Search code examples
linuxassemblyoperating-systemcpu-architecturefutex

Is test-and-set (or other atomic RMW operation) a privileged instruction on any architecture?


Hardware provides atomic instructions like test-and-set, compare-and-swap, load-linked-store-conditional. Are these privileged instructions? That is, can only the OS execute them (and thus requiring a system call)?

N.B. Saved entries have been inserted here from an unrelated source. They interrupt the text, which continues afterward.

//! Pulse-power characterization: the hybrid pulse power method of the US
//! DOE/INL battery test manuals (fact sheet characterization.md §1) read
//! from any log, ours or foreign, by its current alone.
//!
//! A *level* opens at a discharge edge that follows a rest of at least
//! [`LEVEL_REST_MIN_S`] and whose discharge lasts at most
//! [`PULSE_MAX_S`]: the rest's last voltage is the open-circuit voltage
//! there. Its profile is that discharge pulse, the rest after it and a
//! charge pulse if one follows; then whatever takes the pack to the next
//! level (a partial discharge at C/3 and a rest) is its relaxation. The
//! level's figures:
//!
//! - R_dis = (V_t0 − V_t1)/(I_t0 − I_t1), t0 the last sample before the
//!   discharge pulse, t1 its end; R_chg the same over the charge pulse
//!   (t2 the last sample before it, t3 its end); also 0.1, 1 and 2 s
//!   after each edge where the sampling resolves them.
//! - Pulse power capability: P_dis = V_min·(OCV_dis − V_min)/R_dis and
//!   P_chg = V_max·(V_max − OCV_chg)/R_chg (OCV_dis = V_t0, OCV_chg =
//!   V_t2).
//! - First- and second-order Thevenin circuits fitted to the pulse window
//!   and the relaxation ([`crate::ecm`]).
//!
//! Memory: the open level's window only, thinned so that the spacing of
//! the kept samples grows with the time since the last current edge
//! ([`KEEP_PER_EDGE`] per decade-ish), whatever the log's length; the
//! levels' figures are a few numbers each.

use crate::ecm::{self, EcmFit, Point, Role};
use serde::{Deserialize, Serialize};

/// The rest before a level, at least, s (the method rests 1 h; 10 min is
/// our floor for calling a rest's last voltage an open-circuit voltage).
pub const LEVEL_REST_MIN_S: f64 = 600.0;
/// A discharge longer than this is no pulse, s (ISO 12405-4's discharge
/// is 120 s, the DOE's 10 s).
pub const PULSE_MAX_S: f64 = 180.0;
/// A rest inside the profile longer than this ends the profile, s.
pub const PROFILE_REST_MAX_S: f64 = 300.0;
/// Thinning: the kept samples' spacing is at least the time since the
/// last current edge over this, and at least [`KEEP_SPACING_MIN_S`]; so a
/// segment of length T keeps about 50·(1 + ln(T / 5 s)) samples whatever
/// its sampling (our choice: a time constant is resolved by a few dozen
/// samples a decade).
pub const KEEP_PER_EDGE: f64 = 50.0;
/// The finest spacing kept, s (the fastest sampling the method asks).
pub const KEEP_SPACING_MIN_S: f64 = 0.1;
/// The delays after an edge the method reads, s (the DOE/INL method
/// at 0.1, 1, 2 and 10 s; ISO 12405-4 also at 18 s), where the pulse
/// lasts that long.
pub const DELAYS_S: [f64; 5] = [0.1, 1.0, 2.0, 10.0, 18.0];
/// R0 is told apart from R1 when the first sample after the discharge
/// edge comes within this fraction of τ1 (R1 then adds under a tenth of
/// itself to that sample): our rule.
pub const R0_SEPARABLE_FRACTION: f64 = 0.1;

I thought they are not privileged and can be called in user space. But http://faculty.salina.k-state.edu/tim/ossg/IPC_sync/ts.html seems to suggest otherwise. But then, futex(7), under certain conditions, can achieve locking without a system call, which means it must execute the instruction (like test-and-set) without privilege.

Contradiction? If so, which is right?


Solution

  • That page is wrong. It seems to be claiming that lock-free atomic operations are privileged on ISAs in general, but that is not the case. I've never heard of one where atomic test-and-set or any other lock-free operation required kernel mode.

    If that was the case, it would require C++11 lock-free atomic read-modify-write operations to compile to system calls, but they don't on x86, ARM, AArch64, MIPS, PowerPC, or any other normal CPU. (try it on https://godbolt.org/).

    It would also make "light-weight" locking (which tries to take the lock without a system call) impossible. (http://preshing.com/20111124/always-use-a-lightweight-mutex/)

    Normal ISAs allow user-space to do atomic RMW operations, on memory shared between threads or even between separate processes. I'm not aware of a mechanism for disabling atomic RMW for user-space on x86. Even if there is such a thing on any ISA, it's not the normal mode of operation.

    Read-only or write-only accesses are usually naturally atomic on aligned locations on all ISAs, up to a certain width (Why is integer assignment on a naturally aligned variable atomic on x86?), but atomic RMW does need hardware support.


    On x86, TAS is xchg (a whole byte) or lock bts (a single bit), both unprivileged. (Documentation for the lock prefix). x86 has a wide selection of other atomic operations, like lock add [mem], reg/immediate, lock cmpxchg [mem], reg, and even lock xadd [mem], reg which implements fetch_add when the return value is needed. (See also Is incrementing an int effectively atomic in specific cases? for how hardware implements these, and the C++ rules.)

    Most RISCs have LL/SC, including ARM, MIPS, and PowerPC, as well as all the older no longer common RISC ISAs.


    futex(2) is a system call. If you call it, everything it does is in kernel mode.

    It's the fallback mechanism used by light-weight locking in case there is contention, which provides OS-assisted sleep/wake. So it's not futex itself that does anything in user-space, but rather lock implementations built around futex can avoid making system calls in the uncontended or low-contention case.

    (e.g. spin in user-space a few times in case the lock becomes available.)

    This is what the futex(7) man page is describing. But I find it a bit weird to call it a "futex operation" if you don't actually make the system call. I guess it's operating on memory that kernel code might look at on behalf of other threads that are waiting, so the necessary semantics for modifying memory locations in user-space code depends on futex.